Below are the entries to work from; restate word for word the portion that opens with the line containing "reduces it and" and closes with the line containing "k.used[i] = end", keeping both.

(Collected data entries)
=== Section Start ===

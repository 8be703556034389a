package intpoly

import (
	"cmp"
	"context"
	"math/big"
	"slices"

	"example.org/closedform/algebra/internal/lattice"
)

// columnBits is the size of the modulus of one lattice column: entries then
// stay within the word arithmetic of the lattice reduction.
const columnBits = 48

// minColumnBits is the least size worth a lattice reduction.
const minColumnBits = 8

// knapsackLattice is a lattice that contains, for every factor g over Z of
// f, the vector of weight times the 0/1 indicators of the modular factors in
// g, followed by one short entry for each column added so far.
type knapsackLattice struct {
	l      *lift
	count  int          // r, the number of modular factors
	weight int64        // of the indicators, about the size of the other entries
	rows   [][]*big.Int // a basis
	added  int          // columns added
	used   []int        // digits of the coefficient of s^i used so far, from p^0 on
}

// knapsack returns the irreducible factors of l.f like subsets.search, for many
// modular factors. The vectors of true factors are short in a lattice built
// from the coefficients of f g_j'/g_j, which add up when modular factors g_j
// are multiplied. After reduction all of them are combinations of the first
// basis vectors, the others are dropped, and modular factors on which all
// remaining vectors agree belong to the same irreducible factors. When few
// classes remain, subsets of them are searched; when the classes are as many
// as the basis vectors, each of them should be an irreducible factor, and is
// if all of them divide f: there are no more irreducible factors than classes.
//
// Source: van Hoeij, Factoring polynomials and the knapsack problem, J. Number
// Theory 95 (2002); the logarithmic derivatives are from Hart, van Hoeij and
// Novocin, Practical polynomial factoring in polynomial time, ISSAC 2011.
func knapsack(ctx context.Context, l *lift, degrees *big.Int) ([]Poly, error) {
	k := newKnapsackLattice(l)
	bounds, err := logDerivativeBound(ctx, l.f)
	if err != nil {
		return nil, err
	}
	order := make([]int, len(bounds))
	for i := range order {
		order[i] = i
	}
	slices.SortStableFunc(order, func(a, b int) int { return bounds[a].Cmp(bounds[b]) })
	for {
		columns, err := logDerivatives(ctx, l)
		if err != nil {
			return nil, err
		}
		for _, i := range order {
			added, err := k.add(ctx, columns, i, bounds[i])
			if err != nil {
				return nil, err
			}
			if !added {
				continue
			}
			classes := k.classes()
			switch {
			case len(classes) == 1:
				return []Poly{l.f}, nil
			case len(classes) <= searchUpTo:
				products := make([]Poly, len(classes))
				for i, members := range classes {
					products[i] = productMod(members, l.modulus)
				}
				s := newSubsets(l, products, degrees)
				err := s.search(ctx, 0)
				return s.found, err
			case len(classes) == len(k.rows):
				if factors := classFactors(l, classes); factors != nil {
					return factors, nil
				}
			}
		}
		// Higher digits tell apart whatever is not an integer.
		if err := l.raise(ctx, 2*l.exp); err != nil {
			return nil, err
		}
	}
}

// newKnapsackLattice returns the lattice of all indicator vectors.
func newKnapsackLattice(l *lift) *knapsackLattice {
	r := len(l.factors)
	k := &knapsackLattice{l: l, count: r, weight: int64(r+1) / 2,
		rows: make([][]*big.Int, r), used: make([]int, l.f.Degree())}
	for i := range k.rows {
		k.rows[i] = make([]*big.Int, r)
		for j := range k.rows[i] {
			k.rows[i][j] = new(big.Int)
		}
		k.rows[i][i].SetInt64(k.weight)
	}
	return k
}

// logDerivatives returns f g_j'/g_j modulo the lift's modulus for every j.
func logDerivatives(ctx context.Context, l *lift) ([]Poly, error) {
	f := reduceBy(l.f, l.modulus)
	out := make([]Poly, len(l.factors))
	for j, g := range l.factors {
		if err := ctx.Err(); err != nil {
			return nil, err
		}
		q, _ := divRemMonic(f, g, l.modulus)
		out[j] = reduceBy(Mul(q, g.Derivative()), l.modulus)
	}
	return out, nil
}

// add extends the lattice by the coefficient of s^i of the logarithmic
// derivatives, which for a true factor is at most deg(f) bound in size,
// reduces it and drops the vectors that no factor needs. It reports false,
// changing nothing, when the precision leaves too few unused digits above the
// bound.
//
// With p^drop >= 2 deg(f) bound, the digits of the coefficients c_j from drop
// on, taken to the nearest, are c_j / p^drop up to 1/2; so for a true factor
// their sum is, modulo p^keep, at most (1 + r) / 2 in size.
func (k *knapsackLattice) add(ctx context.Context, columns []Poly, i int, bound *big.Int) (bool, error) {
	p := new(big.Int).SetUint64(k.l.field.P)
	least := new(big.Int).Mul(bound, big.NewInt(int64(2*k.l.f.Degree())))
	low, drop := big.NewInt(1), 0
	for low.Cmp(least) < 0 || drop < k.used[i] {
		low.Mul(low, p)
		drop++
	}
	high, end := big.NewInt(1), drop
	for ; end < k.l.exp; end++ {
		next := new(big.Int).Mul(high, p)
		if next.BitLen() > columnBits {
			break
		}
		high = next
	}
	if high.BitLen() < minColumnBits {
		return false, nil
	}
	k.used[i] = end
	both := new(big.Int).Mul(low, high)
	digits := make([]*big.Int, k.count)
	for j, c := range columns {
		digits[j] = new(big.Int)
		if i < len(c) {
			x := symmetricInt(c[i], both)
			x.Sub(x, symmetricInt(x, low))
			digits[j].Quo(x, low)
		}
	}
	weight := big.NewInt(k.weight)
	var t big.Int
	width := k.count + k.added
	modulusRow := make([]*big.Int, width+1)
	for j := range width {
		modulusRow[j] = new(big.Int)
	}
	modulusRow[width] = high
	rows := [][]*big.Int{modulusRow}
	for _, row := range k.rows {
		sum := new(big.Int)
		for j, d := range digits {
			sum.Add(sum, t.Mul(t.Quo(row[j], weight), d))
		}
		rows = append(rows, append(slices.Clone(row), symmetricInt(sum, high)))
	}
	reduced, err := lattice.Reduce(ctx, rows)
	if err != nil {
		return false, err
	}
	k.added++
	k.rows = reduced.Basis[:reduced.Within(k.shortness())]
	return true, nil
}

// shortness returns an upper bound for the squared lengths of the vectors of
// true factors, rounded up.
func (k *knapsackLattice) shortness() *big.Int {
	r, s := int64(k.count), int64(k.added)
	return big.NewInt(r*k.weight*k.weight + s*((r+1)*(r+1)/4+1))
}

// classes groups the modular factors on which all basis vectors agree, in the
// order of their first members.
func (k *knapsackLattice) classes() [][]Poly {
	var out [][]Poly
	var heads []int
	for j := range k.count {
		at := slices.IndexFunc(heads, func(h int) bool {
			return !slices.ContainsFunc(k.rows, func(row []*big.Int) bool {
				return row[h].Cmp(row[j]) != 0
			})
		})
		if at < 0 {
			at = len(heads)
			heads, out = append(heads, j), append(out, nil)
		}
		out[at] = append(out[at], k.l.factors[j])
	}
	return out
}

// classFactors returns the polynomials over Z that belong to the classes, or
// nil unless all of them divide l.f. The class of largest degree, for which
// the modulus may be too small, is what the others leave.
func classFactors(l *lift, classes [][]Poly) []Poly {
	degree := func(members []Poly) (d int) {
		for _, g := range members {
			d += g.Degree()
		}
		return d
	}
	classes = slices.Clone(classes)
	slices.SortStableFunc(classes, func(a, b []Poly) int { return cmp.Compare(degree(a), degree(b)) })
	rest := l.f
	var out []Poly
	for _, members := range classes[:len(classes)-1] {
		g := candidate(rest, members, l.modulus, 0)
		if g == nil {
			return nil
		}
		q, ok := DivExact(rest, g)
		if !ok {
			return nil
		}
		out, rest = append(out, g), q
	}
	return append(out, rest)
}
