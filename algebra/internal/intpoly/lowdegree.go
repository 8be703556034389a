package intpoly

import (
	"math/big"

	"example.org/closedform/algebra/internal/zp"
)

// factorQuadratic factors a primitive a s^2 + b s + c with a > 0 by its
// discriminant.
func factorQuadratic(f Poly) []Poly {
	a, b, c := f[2], f[1], f[0]
	d := new(big.Int).Mul(b, b)
	t := new(big.Int).Mul(a, c)
	d.Sub(d, t.Lsh(t, 2))
	root, ok := exactRoot(d, 2)
	if !ok {
		return []Poly{f}
	}
	// 2a s + b - root is a multiple of one factor.
	_, g := New(root.Sub(b, root), t.Lsh(a, 1)).Primitive()
	return []Poly{g, quotient(f, g)}
}

// cubicBits bounds the coefficients, in bits, for [factorCubic].
const cubicBits = 48

// factorCubic factors a primitive square-free cubic with positive leading
// coefficient and coefficients below 2^cubicBits: it is irreducible unless it
// has a rational root. A root times the leading coefficient is an integer of
// size at most |lc| + max |f_i| < 2^(cubicBits+1) (Cauchy), so it is known from
// its residue modulo a power above 2^(cubicBits+2) of a small prime. One is
// taken for which all roots are simple, so that each lifts in one way.
//
// Skipped primes divide the leading coefficient or the discriminant, which is
// below 2^(4 cubicBits + 6); the product of the primes below 2^8 is larger, so
// a power of the prime taken lies between 2^54 and 2^62.
//
// Source: Cohen, A Course in Computational Algebraic Number Theory, sections
// 3.5.1 and 3.5.2.
func factorCubic(f Poly) []Poly {
	var prime zp.Field
	var roots []uint64
	for tried, p := 0, uint64(5); tried < cubicPrimes; p = nextPrime(p) {
		field := zp.NewField(p)
		r, ok := simpleRoots(reduce(f, field), field)
		if !ok {
			continue
		}
		if len(r) == 0 {
			return []Poly{f}
		}
		if tried == 0 || len(r) < len(roots) {
			prime, roots = field, r
		}
		tried++
	}
	power := prime
	for power.P <= (zp.MaxPrime-1)/prime.P {
		power.P *= prime.P
	}
	a := reduce(f, power)
	for _, r := range roots {
		u := power.Lift(power.Mul(a.Lead(), newtonRoot(a, r, power)))
		_, g := Poly{big.NewInt(-u), f.lead()}.Primitive()
		if q, ok := divide(f, g); ok {
			return append([]Poly{g}, factorQuadratic(q)...)
		}
	}
	return []Poly{f}
}

// cubicPrimes is the number of primes tried for a cubic without roots.
const cubicPrimes = 3

// simpleRoots returns the roots of a cubic modulo a small prime, ok false when
// a root is multiple or the degree is lower.
func simpleRoots(a zp.Poly, f zp.Field) (roots []uint64, ok bool) {
	if len(a) < 4 {
		return nil, false
	}
	d := f.DerivativePoly(a)
	for x := range f.P {
		if (((a[3]*x+a[2])*x+a[1])*x+a[0])%f.P == 0 { // no overflow for small primes
			if f.EvalPoly(d, x) == 0 {
				return nil, false
			}
			roots = append(roots, x)
		}
	}
	return roots, true
}

// newtonRoot returns the root of a, modulo a prime power, that is the simple
// root r modulo the prime. The precision doubles with every step.
func newtonRoot(a zp.Poly, r uint64, f zp.Field) uint64 {
	d := f.DerivativePoly(a)
	for {
		v := f.EvalPoly(a, r)
		if v == 0 {
			return r
		}
		r = f.Sub(r, f.Mul(v, f.Inv(f.EvalPoly(d, r))))
	}
}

=== Section End ===

Task response →
// reduces it and drops the vectors that no factor needs. It reports false,
// changing nothing, when the precision leaves too few unused digits above the
// bound.
//
// With p^drop >= 2 deg(f) bound, the digits of the coefficients c_j from drop
// on, taken to the nearest, are c_j / p^drop up to 1/2; so for a true factor
// their sum is, modulo p^keep, at most (1 + r) / 2 in size.
func (k *knapsackLattice) add(ctx context.Context, columns []Poly, i int, bound *big.Int) (bool, error) {
	p := new(big.Int).SetUint64(k.l.field.P)
	least := new(big.Int).Mul(bound, big.NewInt(int64(2*k.l.f.Degree())))
	low, drop := big.NewInt(1), 0
	for low.Cmp(least) < 0 || drop < k.used[i] {
		low.Mul(low, p)
		drop++
	}
	high, end := big.NewInt(1), drop
	for ; end < k.l.exp; end++ {
		next := new(big.Int).Mul(high, p)
		if next.BitLen() > columnBits {
			break
		}
		high = next
	}
	if high.BitLen() < minColumnBits {
		return false, nil
	}
	k.used[i] = end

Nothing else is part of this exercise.